# WHAT IS REQUIRED
Once the line with "opened read-only; cannot" is found in the entries below, repeat it and each following line exactly, up to and including the line with "con.register(name, rel)". Add no other lines.

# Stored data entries
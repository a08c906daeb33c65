"""Export the archive to a partitioned Parquet store, and import such a store.

An export is a directory a teammate or DuckDB can read in place (layout in
:func:`export_archive`); an import checks the store against its manifest and
the archive's constraints, then merges it with the rules of
:mod:`warmstart.archive.merge` (one transaction, no duplicate trials).
"""

from __future__ import annotations

import json
import os
import shutil
import tempfile
from pathlib import Path
from typing import Callable

import duckdb

from warmstart._version import __version__
from warmstart.archive.faults import DAMAGED, damaged_error, damaged_file, fault_of, first_line
from warmstart.archive.merge import MergeSource, MergeSummary, merge_from
from warmstart.archive.sql import fetch
from warmstart.archive.store import DATA_TABLES, SCHEMA_VERSION, Archive, utc_now
from warmstart.errors import ArchiveError

__all__ = ["export_archive", "import_export", "EXPORT_FORMAT"]

EXPORT_FORMAT = "warmstart-export"
_ORDER = {"tasks": "task_id", "profiles": "task_id, feature", "spaces": "space_id", "studies": "study_id"}


def export_archive(archive: Archive, directory: str | Path,
                   progress: Callable[[int, int], None] | None = None) -> dict:
    """Write the archive as a partitioned Parquet store plus a manifest.

    Layout of ``directory`` (created; it must not exist or be empty)::

        manifest.json        format, schema version, archive id, counts, versions
        tasks.parquet  profiles.parquet  spaces.parquet  studies.parquet
        trials/learner=<learner>/data_0.parquet   (hive partitions)

    Trial files hold every trial column plus the identity of its study:
    ``task``, ``fingerprint``, ``space_hash``, ``metric``, ``direction``
    (``learner`` is in the partition path). The store is written into a
    hidden sibling directory and renamed into place when complete, so a
    crash never leaves a half export under ``directory``.

    ``progress(done, total)``, when given, is called before the first table
    and after each of the five tables is written (the trials last: the
    longest step).

    Returns
    -------
    dict
        The manifest.
    """
    target = Path(directory)
    staging = _staging_directory(target)
    try:
        counts, left_out = _write_tables(archive.con, staging, progress)
        manifest = {
            "format": EXPORT_FORMAT,
            "schema_version": archive.schema_version,
            "archive_id": archive.archive_id,
            "exported_at": utc_now().isoformat(),
            "warmstart_version": __version__,
            "duckdb_version": duckdb.__version__,
            "partitioned_by": ["learner"],
            "counts": counts,
            "orphan_trials_left_out": left_out,
            "files": {**{t: f"{t}.parquet" for t in ("tasks", "profiles", "spaces", "studies")},
                      "trials": "trials/learner=*/*.parquet"},
        }
        (staging / "manifest.json").write_text(json.dumps(manifest, indent=2) + "\n", encoding="utf-8")
        os.replace(staging, target)
    except BaseException as exc:
        shutil.rmtree(staging, ignore_errors=True)
        if isinstance(exc, duckdb.Error):
            if fault_of(exc) == DAMAGED:
                raise damaged_error(damaged_file(exc) or archive.path,
                                    f"DuckDB: {first_line(exc)}; nothing was exported") from None
            raise ArchiveError(f"{target}: export failed ({first_line(exc)}); nothing was written there") from None
        if isinstance(exc, OSError):
            raise ArchiveError(f"{target}: export failed ({exc.strerror or exc}); nothing was written there") from None
        raise
    return manifest


def _staging_directory(target: Path) -> Path:
    """A new hidden directory beside ``target`` to write the store into; refuses a
    ``target`` that is a file or a directory with something in it."""
    if target.exists() and not target.is_dir():
        raise ArchiveError(f"{target}: already exists and is a file; give a new directory to export to")
    if target.exists() and any(target.iterdir()):
        raise ArchiveError(
            f"{target}: already exists and is not an empty directory; export never overwrites, give a new directory"
        )
    try:
        target.parent.mkdir(parents=True, exist_ok=True)
        return Path(tempfile.mkdtemp(prefix=".warmstart-export-", dir=target.parent))
    except OSError as exc:
        raise ArchiveError(f"{target}: cannot create the export directory ({exc.strerror})") from None


def _write_tables(con: duckdb.DuckDBPyConnection, staging: Path,
                  progress: Callable[[int, int], None] | None = None) -> tuple[dict[str, int], int]:
    """Write the four small tables and the partitioned trials into ``staging``; returns
    the row counts written and the number of orphan trials (no study) left out."""
    step = progress or (lambda done, total: None)
    counts = {}
    step(0, 5)
    for k, table in enumerate(("tasks", "profiles", "spaces", "studies"), start=1):
        con.execute(
            f"COPY (SELECT * FROM {table} ORDER BY {_ORDER[table]}) TO ? (FORMAT parquet)",
            [str(staging / f"{table}.parquet")],
        )
        counts[table] = int(fetch(con, f"SELECT count(*) FROM {table}")[0][0])
        step(k, 5)
    (staging / "trials").mkdir()
    # Partitioned writes buffer up to this many rows per thread before flushing: the
    # default (524,288) took 1.3 GB for 1.5M trials, 65,536 about 0.45 GB at the same speed.
    con.execute("SET partitioned_write_flush_threshold = 65536")
    try:
        con.execute(
            "COPY (SELECT s.learner, t.study_id, t.number, t.config, t.score, t.status, t.cost_s, t.started_at, "
            "t.finished_at, t.error, t.content_key, k.name AS task, k.fingerprint, p.content_hash AS space_hash, "
            "s.metric, s.direction FROM trials t JOIN studies s ON s.study_id = t.study_id "
            "LEFT JOIN tasks k ON k.task_id = s.task_id LEFT JOIN spaces p ON p.space_id = s.space_id "
            ") TO ? (FORMAT parquet, PARTITION_BY (learner), OVERWRITE_OR_IGNORE)",
            [str(staging / "trials")],
        )
    finally:
        con.execute("RESET partitioned_write_flush_threshold")
    counts["trials"], left_out = (int(x) for x in fetch(
        con,
        "SELECT count(*) FILTER (WHERE study_id IN (SELECT study_id FROM studies)), "
        "count(*) FILTER (WHERE study_id NOT IN (SELECT study_id FROM studies)) FROM trials",
    )[0])
    step(5, 5)
    return counts, left_out


def _read_manifest(directory: Path) -> dict:
    path = directory / "manifest.json"
    if not path.is_file():
        raise ArchiveError(
            f"{directory}: no manifest.json here; give a directory written by `warmstart curate export`"
        )
    try:
        manifest = json.loads(path.read_text(encoding="utf-8"))
    except (ValueError, UnicodeDecodeError) as exc:
        raise ArchiveError(f"{path}: not valid JSON ({first_line(exc)})") from None
    if not isinstance(manifest, dict) or manifest.get("format") != EXPORT_FORMAT:
        found = manifest.get("format") if isinstance(manifest, dict) else type(manifest).__name__
        raise ArchiveError(f"{path}: not a warmstart export manifest (format {found!r}, expected {EXPORT_FORMAT!r})")
    version = manifest.get("schema_version")
    if isinstance(version, bool) or not isinstance(version, int) or version < 1:
        raise ArchiveError(f"{path}: schema_version {version!r} is not a whole number >= 1")
    if version > SCHEMA_VERSION:
        raise ArchiveError(
            f"{path}: the export is of archive schema version {version}, newer than this warmstart understands "
            f"({SCHEMA_VERSION}); upgrade warmstart to import it; nothing was changed"
        )
    if version < SCHEMA_VERSION:
        raise ArchiveError(
            f"{path}: the export is of archive schema version {version}; this warmstart imports version "
            f"{SCHEMA_VERSION} only"
        )
    source_id = manifest.get("archive_id")
    if not isinstance(source_id, str) or not source_id:
        raise ArchiveError(f"{path}: archive_id {source_id!r} is missing or not a string")
    counts = manifest.get("counts")
    if not isinstance(counts, dict) or any(
        isinstance(counts.get(t), bool) or not isinstance(counts.get(t), int) or counts.get(t) < 0 for t in DATA_TABLES
    ):
        raise ArchiveError(f"{path}: counts must give a whole number of rows for each of {list(DATA_TABLES)}; got {counts!r}")
    return manifest


def _columns(con: duckdb.DuckDBPyConnection, table: str) -> list[str]:
    """Columns of one of our tables (``table`` from the allow-list)."""
    return [d[0] for d in con.execute(f"SELECT * FROM {table} LIMIT 0").description]


# values the schema's CHECK constraints allow (schema_v1.sql)
# columns an export may lack (written before the schema had them): they arrive empty
_OPTIONAL = {("trials", "fold_scores")}

_ALLOWED = {
    ("tasks", "kind"): ("classification", "regression"),
    ("studies", "direction"): ("maximize", "minimize"),
    ("studies", "origin"): ("cold", "warm", "imported"),
    ("trials", "status"): ("ok", "failed"),
}


_ROW_NAME = {"tasks": "task", "profiles": "profile value", "spaces": "space", "studies": "study", "trials": "trial"}


def _check_rows(con: duckdb.DuckDBPyConnection, table: str, name: str, where: Path) -> None:
    """Refuse, naming the file, column and value, what the archive's constraints
    would refuse only when the rows are inserted (missing required values and
    values outside a CHECK list); ``table`` is one of ours, ``name`` a
    registered relation."""
    required = [r[0] for r in con.execute(
        "SELECT column_name FROM information_schema.columns WHERE table_name = ? AND is_nullable = 'NO' "
        "AND table_schema = current_schema() ORDER BY ordinal_position", [table]).fetchall()]
    for column in required:
        n = con.execute(f'SELECT count(*) FROM {name} WHERE "{column}" IS NULL').fetchall()[0][0]
        if n:
            raise ArchiveError(f"{where}: column {column!r} is empty on {n} row(s); every {_ROW_NAME.get(table, 'row')} needs it; "
                               "nothing was changed")
    for (tab, column), allowed in _ALLOWED.items():
        if tab != table:
            continue
        bad = con.execute(
            f'SELECT "{column}", count(*) FROM {name} WHERE "{column}" IS NOT NULL '
            f'AND NOT list_contains(?, "{column}") GROUP BY 1 ORDER BY 2 DESC LIMIT 1', [list(allowed)]).fetchall()
        if bad:
            bad = bad[0]
            raise ArchiveError(f"{where}: column {column!r} holds {bad[0]!r} on {bad[1]} row(s); valid values are "
                               f"{list(allowed)}; nothing was changed")


def import_export(archive: Archive, directory: str | Path, progress: Callable[[str], None] | None = None) -> MergeSummary:
    """Import a store written by :func:`export_archive`: a merge, same rules.

    Raises
    ------
    ArchiveError
        The directory, its manifest or one of its files is missing, not
        readable, incomplete (counts differ from the manifest) or from a newer
        schema; the message names the file. Nothing is changed then.
    """
    d = Path(directory)
    if not d.exists():
        raise ArchiveError(f"{d}: no such directory; give a directory written by `warmstart curate export`")
    if not d.is_dir():
        raise ArchiveError(
            f"{d}: is a file, not an export directory; to merge an archive file use `warmstart curate merge`"
        )
    manifest = _read_manifest(d)
    if archive.read_only:
        raise ArchiveError(f"{archive.path}: opened read-only; cannot import into it")
    con = archive.con
    registered: list[str] = []
    try:
        relations = {}
        for table in DATA_TABLES:
            if table == "trials":
                files = sorted(str(f) for f in (d / "trials").rglob("*.parquet")) if (d / "trials").is_dir() else []
                where = d / "trials"
                if not files and manifest["counts"]["trials"]:
                    raise ArchiveError(f"{where}: no Parquet files, but the manifest lists {manifest['counts']['trials']} trials")
            else:
                where = d / f"{table}.parquet"
                if not where.is_file():
                    raise ArchiveError(f"{where}: missing; the export is incomplete")
                files = [str(where)]
            need = _columns(con, table)
            if files:
                try:
                    rel = con.read_parquet(files, hive_partitioning=False, union_by_name=True)
                    n = int(rel.aggregate("count(*)").fetchall()[0][0])
                except duckdb.Error as exc:
                    raise ArchiveError(f"{where}: not a readable Parquet file ({first_line(exc)})") from None
                lacking = [c for c in need if c not in rel.columns and (table, c) not in _OPTIONAL]
                if lacking:
                    raise ArchiveError(f"{where}: column(s) {lacking} missing; expected {need}")
            else:
                rel, n = con.sql(f"SELECT * FROM {table} LIMIT 0"), 0
            if n != manifest["counts"][table]:
                raise ArchiveError(
                    f"{where}: {n} {table} rows, but the manifest says {manifest['counts'][table]}; the export is "
                    "incomplete or was changed"
                )
            name = f"_ws_import_{table}"
            con.register(name, rel)
            registered.append(name)
            relations[table] = name
            _check_rows(con, table, name, where)
        src = MergeSource(relations, manifest["archive_id"], str(d))
        return merge_from(archive, src, progress)
    finally:
        for name in registered:
            con.unregister(name)
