"""A warm search that learns, during the search, which past tasks to trust.

:class:`MixtureSearch` (DESIGN.md section 6, "Next step") replaces a ranked
seed list with a weighted mixture of Parzen estimators:

* every past study (a :class:`~warmstart.prior.Source`) gets its own *good*
  density ``l_i`` (kernel density of its top ``source_gamma`` configs) and
  *rest* density ``g_i`` (the others), built once;
* the new task gets its own ``l_0`` and ``g_0`` from its scored configs
  (pending configs join ``g_0`` as fantasies, failures join it too);
* ``l = u U + (1 - u) sum_k w_k l_k`` and ``g = u U + (1 - u) sum_k w_k g_k``
  with a uniform share ``u``; candidates are drawn from ``l`` and the one
  with the largest ``l / g`` is proposed (the task-weighted Parzen mixture of
  Watanabe, Awad, Onishi & Hutter, IJCAI 2023);
* the weights ``w`` are re-estimated after every result by
  :func:`~warmstart.search.ranking.ranking_weights`: the share of bootstrap
  resamples of the scored configs in which a model (a past task's ``l_i /
  g_i``, or the task's own ratio predicted out of sample) misranks the
  fewest pairs, with weight dilution (Feurer, Letham & Bakshy, 2018).
  Profile similarity only sets the starting weights (ties share by it);
* the new task's own weight never falls below ``n / (n + own_strength)``
  after ``n`` scored configs;
* optionally, the first ``n_hedge`` queries cover, greedily, the top sets
  of as many weighted past tasks as possible (Wistuba, Schilling &
  Schmidt-Thieme, 2015), with the weights as they stand after each result;
* a share ``explore`` of the queries are space-filling, so the scores can
  contradict past tasks that all point to the same wrong region;
* an optional prior factor ``pi(x) ** (prior_power / (n + 1))`` on the
  acquisition (``pi`` the similarity-weighted mixture of the past tasks'
  good densities) decays with the number of results (Hvarfner et al., ICLR
  2022).

A proposal is a function of the seed and the history alone (recorded trials
and pending configs), so a search rebuilt with :meth:`MixtureSearch.from_dict`
and given the same trials proposes the same configs.
"""

from __future__ import annotations

import math
import weakref
from typing import Mapping

import numpy as np

from warmstart.prior import Prior, PriorError
from warmstart.search.kde import KDEStack, MixedKDE, log_sum_exp, uniform_logpdf
from warmstart.search.density import default_n_startup
from warmstart.search.ranking import chance_share, greedy_cover, luck_losses, ranking_losses, weights_from_losses
from warmstart.search.strategy import SearchError, SearchStrategy
from warmstart.search.subsets import subset_logpdf
from warmstart.space import Space, unit_distances

#: Recorded rows whose past tasks' scores are computed together (:meth:`MixtureSearch._past_scores`).
_SCORE_BLOCK = 8

__all__ = ["MixtureSearch", "MIXTURE_FORMAT"]

MIXTURE_FORMAT = "warmstart-mixture/1"
#: prior -> {(space, options of the past tasks' densities) -> what _build_sources returns}; the
#: entries go when the prior does (a replay runs many searches on one prior)
_BUILT: "weakref.WeakKeyDictionary" = weakref.WeakKeyDictionary()
_SCORES = ("ratio", "nearest")
_CHANCE = ("tie", "luck")


def _nearest_quantile(space: Space, X: np.ndarray, quantile: np.ndarray, rows: np.ndarray) -> np.ndarray:
    """Quantile of the recorded config of a source nearest to each row."""
    return quantile[np.argmin(unit_distances(space, rows, X), axis=1)]


class _SourceModel:
    """A past study's good and rest densities and its top set (built once)."""

    def __init__(self, space: Space, X: np.ndarray, quantile: np.ndarray, gamma: float,
                 cover_fraction: float, shrink: float):
        self.X = X
        self.quantile = quantile
        m = X.shape[0]
        order = np.argsort(-quantile, kind="stable")
        n_good = max(1, math.ceil(gamma * m))
        self.good = MixedKDE(space, X[order[:n_good]], shrink=shrink)
        self.rest = MixedKDE(space, X[order[n_good:]], shrink=shrink) if m > n_good else None
        n_top = max(1, math.ceil(cover_fraction * m))
        self.top_rows = X[order[:n_top]]
        self.top_threshold = float(quantile[order[n_top - 1]])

# WRITTEN SOLUTION
        raise ArchiveError(f"{archive.path}: opened read-only; cannot import into it")
    con = archive.con
    registered: list[str] = []
    try:
        relations = {}
        for table in DATA_TABLES:
            if table == "trials":
                files = sorted(str(f) for f in (d / "trials").rglob("*.parquet")) if (d / "trials").is_dir() else []
                where = d / "trials"
                if not files and manifest["counts"]["trials"]:
                    raise ArchiveError(f"{where}: no Parquet files, but the manifest lists {manifest['counts']['trials']} trials")
            else:
                where = d / f"{table}.parquet"
                if not where.is_file():
                    raise ArchiveError(f"{where}: missing; the export is incomplete")
                files = [str(where)]
            need = _columns(con, table)
            if files:
                try:
                    rel = con.read_parquet(files, hive_partitioning=False, union_by_name=True)
                    n = int(rel.aggregate("count(*)").fetchall()[0][0])
                except duckdb.Error as exc:
                    raise ArchiveError(f"{where}: not a readable Parquet file ({first_line(exc)})") from None
                lacking = [c for c in need if c not in rel.columns and (table, c) not in _OPTIONAL]
                if lacking:
                    raise ArchiveError(f"{where}: column(s) {lacking} missing; expected {need}")
            else:
                rel, n = con.sql(f"SELECT * FROM {table} LIMIT 0"), 0
            if n != manifest["counts"][table]:
                raise ArchiveError(
                    f"{where}: {n} {table} rows, but the manifest says {manifest['counts'][table]}; the export is "
                    "incomplete or was changed"
                )
            name = f"_ws_import_{table}"
            con.register(name, rel)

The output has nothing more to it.